Apologies if I'm asking a question that has already been asked. I did try searching the forums but I couldn't find anything useful.

I got a Canon Selphy CP910 for Christmas and I love the print quality compared with our All-In-One. I'm struggling with one thing though.

My digital camera takes photos at 4:3 ratio rather than 3:2, which is just how I like it. However let's say that I want to print a portrait 4:3 photo on the Selphy. Ideally, I want the whole image slightly smaller with an extra white bar along the top and bottom to compensate for the lack of data in those areas. (When you print using Snapfish, they call this TrueDigital.) Instead it lines up the top and bottom of the image with the perforations, and crops the sides.

Fair enough, I can understand that it doesn't have the settings to choose what I want. So I tried to fool it by importing the photo into a 6"x4" frame in PhotoShop Elements, and saving it as a 3:2 photo with white bars top and bottom and the full image showing at the sides. This works with my All-In-One, but I went to print it on the Selphy, and... it ignored my editing entirely. It printed it exactly as it would have done had I not bothered editing it - cropped the sides and pretended that my white bars weren't there. It printed the top and bottom right up to the perforations. Weird eh?

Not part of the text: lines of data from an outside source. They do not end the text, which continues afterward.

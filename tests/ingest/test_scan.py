"""The ``scan`` outputs: the docs/usage.md ``scan --json`` object and the rich table."""

from __future__ import annotations

import json
from pathlib import Path

import numpy as np
from pydicom.uid import generate_uid
from rich.console import Console

from sigreport.ingest import index_study, print_scan_table, scan_to_json

from builders.dicom import CORONAL, write_classic_series

SERIES_KEYS = {  # docs/usage.md, "scan --json"
    "series_instance_uid", "series_number", "stack", "description", "modality", "role",
    "role_reason", "confidence", "n_instances", "size", "spacing_mm", "frame_of_reference_uid",
    "warnings",
}  # fmt: skip


def _study(tmp_path: Path) -> Path:
    stored = np.arange(3 * 4 * 5, dtype=np.int16).reshape(3, 4, 5)
    t2 = {"RepetitionTime": "4000", "EchoTime": "100", "ScanningSequence": "SE"}
    write_classic_series(tmp_path / "s3", stored, series_number=3, description="SERIES 3",
                         spacing=(0.5, 0.5, 4.0), extra=t2)  # fmt: skip
    uid = generate_uid()
    write_classic_series(tmp_path / "s4a", stored, series_number=4, series_uid=uid)
    write_classic_series(tmp_path / "s4b", stored, series_number=4, series_uid=uid,
                         direction=CORONAL)  # fmt: skip
    (tmp_path / "readme.txt").write_text("study notes")
    return tmp_path


def test_scan_json_object(tmp_path: Path) -> None:
    out = scan_to_json(index_study(_study(tmp_path)))
    json.dumps(out)  # serialisable as is
    assert set(out) == {"schema", "study_dir", "series", "skipped"}
    assert out["schema"] == "sigreport-scan/1"
    assert len(out["series"]) == 3
    for series in out["series"]:
        assert set(series) == SERIES_KEYS
    t2 = out["series"][0]
    assert t2["series_number"] == 3 and t2["stack"] is None and t2["role"] == "T2"
    assert t2["size"] == [5, 4, 3] and t2["spacing_mm"] == [0.5, 0.5, 4.0]
    assert t2["n_instances"] == 3 and t2["modality"] == "MR" and t2["warnings"] == []
    assert [s["stack"] for s in out["series"][1:]] == ["axial", "coronal"]
    assert out["skipped"] == [
        {"path": str(tmp_path / "readme.txt"), "reason": "not a DICOM file (no DICM prefix)"}
    ]


def test_scan_table_lists_stacks_and_skipped_files(tmp_path: Path) -> None:
    console = Console(record=True, width=200)
    print_scan_table(index_study(_study(tmp_path)), console)
    text = console.export_text()
    assert "SERIES 3" in text and "coronal" in text
    [t2_line] = [line for line in text.splitlines() if "SERIES 3" in line]
    assert t2_line.split()[3:5] == ["T2", "0.90"]  # role, then its confidence
    assert "5x4x3" in text
    assert "Skipped 1 file(s):" in text and "readme.txt: not a DICOM file" in text


def _words_study(tmp_path: Path) -> Path:
    """Series whose descriptions and reasons are long: a T2 (reason about 60 characters), a
    series of no role (UNKNOWN, no confidence) and a long protocol name."""
    stored = np.arange(3 * 4 * 5, dtype=np.int16).reshape(3, 4, 5)
    t2 = {"RepetitionTime": "4000", "EchoTime": "100", "ScanningSequence": "SE"}
    write_classic_series(tmp_path / "s3", stored, series_number=3,
                         description="AX T2 TSE FS high resolution brain protocol 3 mm",
                         extra={**t2, "ScanOptions": "FS"})  # fmt: skip
    write_classic_series(tmp_path / "s5", stored, series_number=5,
                         description="ssfp", extra={"RepetitionTime": "4", "EchoTime": "2",
                                                    "ScanningSequence": "GR",
                                                    "SequenceVariant": "SS"})  # fmt: skip
    return tmp_path


def test_scan_table_fits_80_columns_with_words_whole_and_empty_columns_dropped(tmp_path):
    index = index_study(_words_study(tmp_path))
    console = Console(record=True, width=80)
    print_scan_table(index, console)
    text = console.export_text()
    lines = text.splitlines()
    assert all(len(line) <= 80 for line in lines), max(lines, key=len)
    # Every word of every description and reason appears whole on one line.
    tokens = {w for line in lines for w in line.split()}
    for stack in index.stacks:
        for word in (stack.description + " " + stack.role_reason).split():
            assert word in tokens, word
    header = lines[1].split()
    # No split series and no warnings: those columns are dropped; the confidence is kept.
    assert "stack" not in header and "warn" not in header and "conf" in header


def test_unknown_has_no_confidence_in_json_or_table(tmp_path):
    index = index_study(_words_study(tmp_path))
    out = {s["series_number"]: s for s in scan_to_json(index)["series"]}
    assert out[5]["role"] == "UNKNOWN" and out[5]["confidence"] is None
    assert out[3]["role"] == "T2FS" and out[3]["confidence"] == 0.9
    console = Console(record=True, width=80)
    print_scan_table(index, console)
    lines = console.export_text().splitlines()
    at = lines[1].index("conf")
    [row] = [line for line in lines if line.startswith("5 ")]
    [t2] = [line for line in lines if line.startswith("3 ")]
    assert "UNKNOWN" in row and row[at : at + 4].strip() == ""
    assert t2[at : at + 4] == "0.90"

Has anyone got any ideas of how I can get it to print the whole image?

Thanks in advance!


----------



## neuroanatomist (Feb 3, 2015)

Odd. I have a CP900 and I adjust aspect ratios or print at specific sizes (e.g. passport photos) as you did, by putting the image(s) in a 4x6" canvas in PS, and it works fine. 

I'd suspect a driver issue of some sort. FWIW, I copy the images onto a spare SD card and pop it in the printer's slot.


----------



## Mt Spokane Photography (Feb 3, 2015)

You should be able to set margins in your software. They might be set to borderless. Make sure the driver is not set to borderless.


----------



## Red Squirrel (Feb 3, 2015)

I forgot to say I'm using a MacBook Pro running OSX Mavericks. Sorry.

Yes, I did select borderless, because I wanted the biggest print that I could have, as the image was already going to be smaller than it wanted to print. Maybe that's the problem. I haven't had the same trouble with a border.

No margins settings. The only options I get are postcard borderless or postcard.

The printer came with a CD with the Mac driver on it, but it was so out of date that it wouldn't even install. I had to download it off the web-site. That driver is still the most up-to-date. It was only a few weeks ago. I could reinstall it though.

I haven't really played with the printer's settings. I kind of thought that they would be less detailed than the computer's, but I'm wondering now! I suppose if it still misbehaves using an SD card then it isn't the driver. I'll have a play when I next get time.

Thank you to you both, your time and suggestions are very much appreciated.


----------



## neuroanatomist (Feb 4, 2015)

I'm also a Mac user (MBP and MBA), wireless printing didn't work straight off, nor did USB via cable. Tried drivers from Apple and Canon. I use it maybe once every couple of months, so I just defaulted to the SD card. That was a couple of OS X versions back, I may give WiFi a try again at some point.


----------